C++ being the language of llvm, it makes sense. But surely any language would
be good, and memory safe ones with stronger type systems as well would
potentially lead to higher quality output, no?

------
pizlonator
I just fundamentally disagree with the premise that it’s hard to build an IR.

It’s amazingly easy if you know how to do it and if you avoid overengineering.
It takes about 3 months for 1-2 folks on average.

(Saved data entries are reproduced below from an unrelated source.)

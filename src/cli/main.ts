#!/usr/bin/env node
/** The `lagparity` command line. Library modules never import this file. */
import { Command, CommanderError } from 'commander';
import { registerAudit } from './audit-command.js';
import { registerBalance } from './balance-command.js';
import { registerChooseServer } from './choose-server-command.js';
import { registerFieldCheck } from './field-check-command.js';
import { registerFit } from './fit-command.js';
import { registerPlan } from './plan-command.js';
import { registerGroupingSql } from './grouping-sql-command.js';
import { registerReplay } from './replay-command.js';
import { registerReport } from './report-command.js';
import { registerServe } from './serve-command.js';
import { registerSummarize } from './summarize-command.js';
import { registerValidate } from './validate-command.js';
import { EXIT_BAD_INPUT } from './output.js';
import { escapeControlCharacters } from '../formats/control-characters.js';

const program = new Command();
program
  .name('lagparity')
  .description('Latency compensation numbers for online matches: fit hit probability against latency, balance lobbies, audit rule sets.')
  .version('0.1.0')
  .exitOverride()
  .configureOutput({ writeErr: (text) => process.stderr.write(escapeControlCharacters(text)), writeOut: (text) => process.stdout.write(escapeControlCharacters(text)) })
  .addHelpText('after', '\nExit codes: 0 success; 1 a check failed (audit, replay, field-check); 2 bad input.');

// Options and help only: each command's action imports its run code (`X-run.ts`) when it runs,
// so a command loads what it needs and nothing else; errors from there reach the catch below.
registerBalance(program);
registerChooseServer(program);
registerFit(program);
registerPlan(program);
registerGroupingSql(program);
registerAudit(program);
registerSummarize(program);
registerFieldCheck(program);
registerReport(program);
registerReplay(program);
registerServe(program);
registerValidate(program);

try {
  await program.parseAsync(process.argv);
} catch (cause) {
  if (cause instanceof CommanderError) {
    process.exitCode = cause.exitCode === 0 ? 0 : EXIT_BAD_INPUT;
  } else {
    process.stderr.write(escapeControlCharacters(`lagparity: internal error: ${(cause as Error).message}\n`));
    process.exitCode = EXIT_BAD_INPUT;
  }
}
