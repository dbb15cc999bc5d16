/** The audit as tables (for people) or Markdown (for a report or a ticket). */
import type { AuditReport, LobbyAudit, SweepReport } from '../audit/audit-schema.js';
import { PLAYER_ALIGN, PLAYER_HEAD, playerCells } from './render-balance.js';
import { compactTable } from './table.js';
import { fixed } from './output.js';

type Style = 'table' | 'markdown';

function grid(head: string[], rows: string[][], style: Style, align: ('left' | 'right')[]): string {
  if (style === 'markdown') {
    const line = (cells: string[]) => `| ${cells.map((cell) => cell.replace(/\|/g, '\\|')).join(' | ')} |`;
    return [line(head), `|${align.map((side) => (side === 'right' ? '---:' : ':---')).join('|')}|`, ...rows.map(line)].join('\n');
  }
  const table = compactTable(head, align);
  table.push(...rows);
  return table.toString();
}

function playerRows(audit: LobbyAudit): string[][] {
  return audit.players.map((player) => [...playerCells(player), player.spike_gain === null ? '-' : fixed(player.spike_gain)]);
}

/** The verdict in words: "within rules" or "outside rules (2 reasons)", with any excluded players. */
export function verdictText(audit: Pick<LobbyAudit, 'verdict' | 'reasons' | 'excluded_players'>): string {
  const words = audit.verdict === 'within_rules' ? 'within rules' : `outside rules (${audit.reasons.length} reason${audit.reasons.length === 1 ? '' : 's'})`;
  return audit.excluded_players === 0 ? words : `${words}; ${audit.excluded_players} player${audit.excluded_players === 1 ? '' : 's'} excluded (above the latency limit)`;
}

function renderLobby(audit: LobbyAudit, style: Style, rules: AuditRulesView): string {
  const heading = style === 'markdown' ? `### ${audit.match_id} — ${verdictText(audit)}` : `${audit.match_id} (${audit.source}): ${verdictText(audit)}`;
  const parts = [heading];
  if (audit.figures !== null) {
    parts.push(grid([...PLAYER_HEAD, 'spike gain'], playerRows(audit), style, [...PLAYER_ALIGN, 'right']));
    const figures = audit.figures;
    parts.push(
      [
        `target P(hit) ${fixed(audit.target)}`,
        `largest gap ${fixed(figures.largest_gap_before)} -> ${fixed(figures.largest_gap_after)}`,
        `Jain's index ${fixed(figures.jain_before, 4)} -> ${fixed(figures.jain_after, 4)}`,
        figures.team_gap_before === null ? null : `team gap ${fixed(figures.team_gap_before)} -> ${fixed(figures.team_gap_after)}`,
        `worst equal-skill duel off even odds ${fixed(figures.worst_duel_deviation_before)} -> ${fixed(figures.worst_duel_deviation_after)}`,
        `gain from faked lag spikes ${fixed(figures.worst_spike_gain)} (accepted up to ${fixed(rules.accepted_exploit_gain)})`,
        `from delaying every packet ${fixed(figures.worst_shift_gain)} (not judged: only measuring on the server bounds it)`,
        figures.worst_gap_without_step === null ? null : `rounding: one step moves a player up to ${fixed(figures.step_gain)}, largest overtake ${fixed(figures.largest_overtake)}, worst gap without the step ${fixed(figures.worst_gap_without_step)}`,
      ]
        .filter((part) => part !== null)
        .join('; '),
    );
  }
  if (audit.reasons.length > 0) parts.push(audit.reasons.map((entry) => `${style === 'markdown' ? '-' : '  outside rules:'} ${entry.message}`).join('\n'));
  return parts.join(style === 'markdown' ? '\n\n' : '\n');
}

/** The rules the lines of an audit are judged against. */
export interface AuditRulesView {
  readonly accepted_exploit_gain: number;
}

export function renderAudit(report: AuditReport, style: Style, rules: AuditRulesView): string {
  const summary = report.summary;
  const ranking = grid(
    ['lobby', 'verdict', 'worst gap', 'reasons'],
    summary.worst_first.map((entry) => [entry.match_id, entry.verdict === 'within_rules' ? 'within rules' : 'outside rules', fixed(entry.worst_gap), String(entry.reasons)]),
    style,
    ['left', 'left', 'right', 'right'],
  );
  const binding = Object.entries(summary.binding_counts)
    .filter(([name, count]) => name !== 'none' && count > 0)
    .sort((left, right) => right[1] - left[1])
    .map(([name, count]) => `${name} ${count}`)
    .join(', ');
  const failing = Object.entries(summary.failing_rules)
    .filter(([, count]) => count > 0)
    .sort((left, right) => right[1] - left[1])
    .map(([name, count]) => `${name} ${count}`)
    .join(', ');
  const summaryText = [
    style === 'markdown' ? '## Summary' : 'Summary',
    `${summary.within_rules} of ${summary.lobbies} lobbies within rules, ${summary.outside_rules} outside${summary.excluded_players === 0 ? '' : `; ${summary.excluded_players} player(s) excluded above the latency limit`}.`,
    ranking,
    `Binding constraints (players): ${binding === '' ? 'none' : binding}; binds most often: ${summary.most_binding ?? 'none'}.`,
    `Failing rules (lobbies): ${failing === '' ? 'none' : failing}.`,
    `Caution: ${report.caution}`,
  ].join(style === 'markdown' ? '\n\n' : '\n');
  const lobbies = report.lobbies.map((audit) => renderLobby(audit, style, rules)).join('\n\n');
  return `${style === 'markdown' ? '# Audit\n\n' : ''}${lobbies}\n\n${summaryText}`;
}

export function renderSweep(report: SweepReport, style: Style): string {
  const rows = report.rows.map((row) => {
    const failing = Object.entries(row.failing_rules)
      .sort((left, right) => right[1] - left[1])
      .map(([rule, count]) => `${rule} ${count}`)
      .join(', ');
    return [
      `${String(row.value)}${row.value === report.smallest_value_within_rules ? ' *' : ''}`,
      row.valid ? `${row.within_rules}/${row.lobbies}` : 'refused',
      fixed(row.worst_gap),
      row.valid ? (failing === '' ? '-' : failing) : '-',
      row.valid ? (row.most_binding ?? '-') : '-',
      row.valid ? String(row.excluded_players) : '-',
      row.issues.join('; '),
    ];
  });
  const table = grid([report.rule, 'within rules', 'worst gap', 'failing rules (lobbies)', 'binds most', 'excluded', 'note'], rows, style, ['right', 'right', 'right', 'left', 'left', 'right', 'left']);
  const smallest = report.smallest_value_within_rules === null ? `No swept value of ${report.rule} puts every lobby within rules.` : `* the smallest value of ${report.rule} at which every lobby is within rules: ${report.smallest_value_within_rules}.`;
  return `Sweep of ${report.rule}\n${table}\n${smallest}\nRefused values contradict another rule (the note says which); "binds most" names what holds players back; "excluded" counts players above the latency limit, whom no scale helps.`;
}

This new IR scaffold appears to be just general enough to handle things that
Chris understands well (C compilers) and things Chris just learned about (ML).
That’s cool but:

\- there are other compilers that have constructs that require a fundamental
paradigm shift compared to MLIR. That’s a good thing. Diversity is cool and
shit. One example: the insane and wondeful IRs in JSC, which do things that
aren’t compatible with MLIR.

\- probably for ML it would be fine to just build your own IR. 3 months and
1-2 engineers, assuming they’ve done it before, and you’ll have yourself
something purpose built for your larger team to understand, to fit into your
coding style, and to surgically attack your particular problem.

On the flip side, I’m happy to see that location tracking is first class. The
overall structure of this IR, like other IRs that Chris designed, is quite
sensible and it seems like it’s not terrible to hack on. It’s just that it’s
too much of an answer to a question nobody should be asking.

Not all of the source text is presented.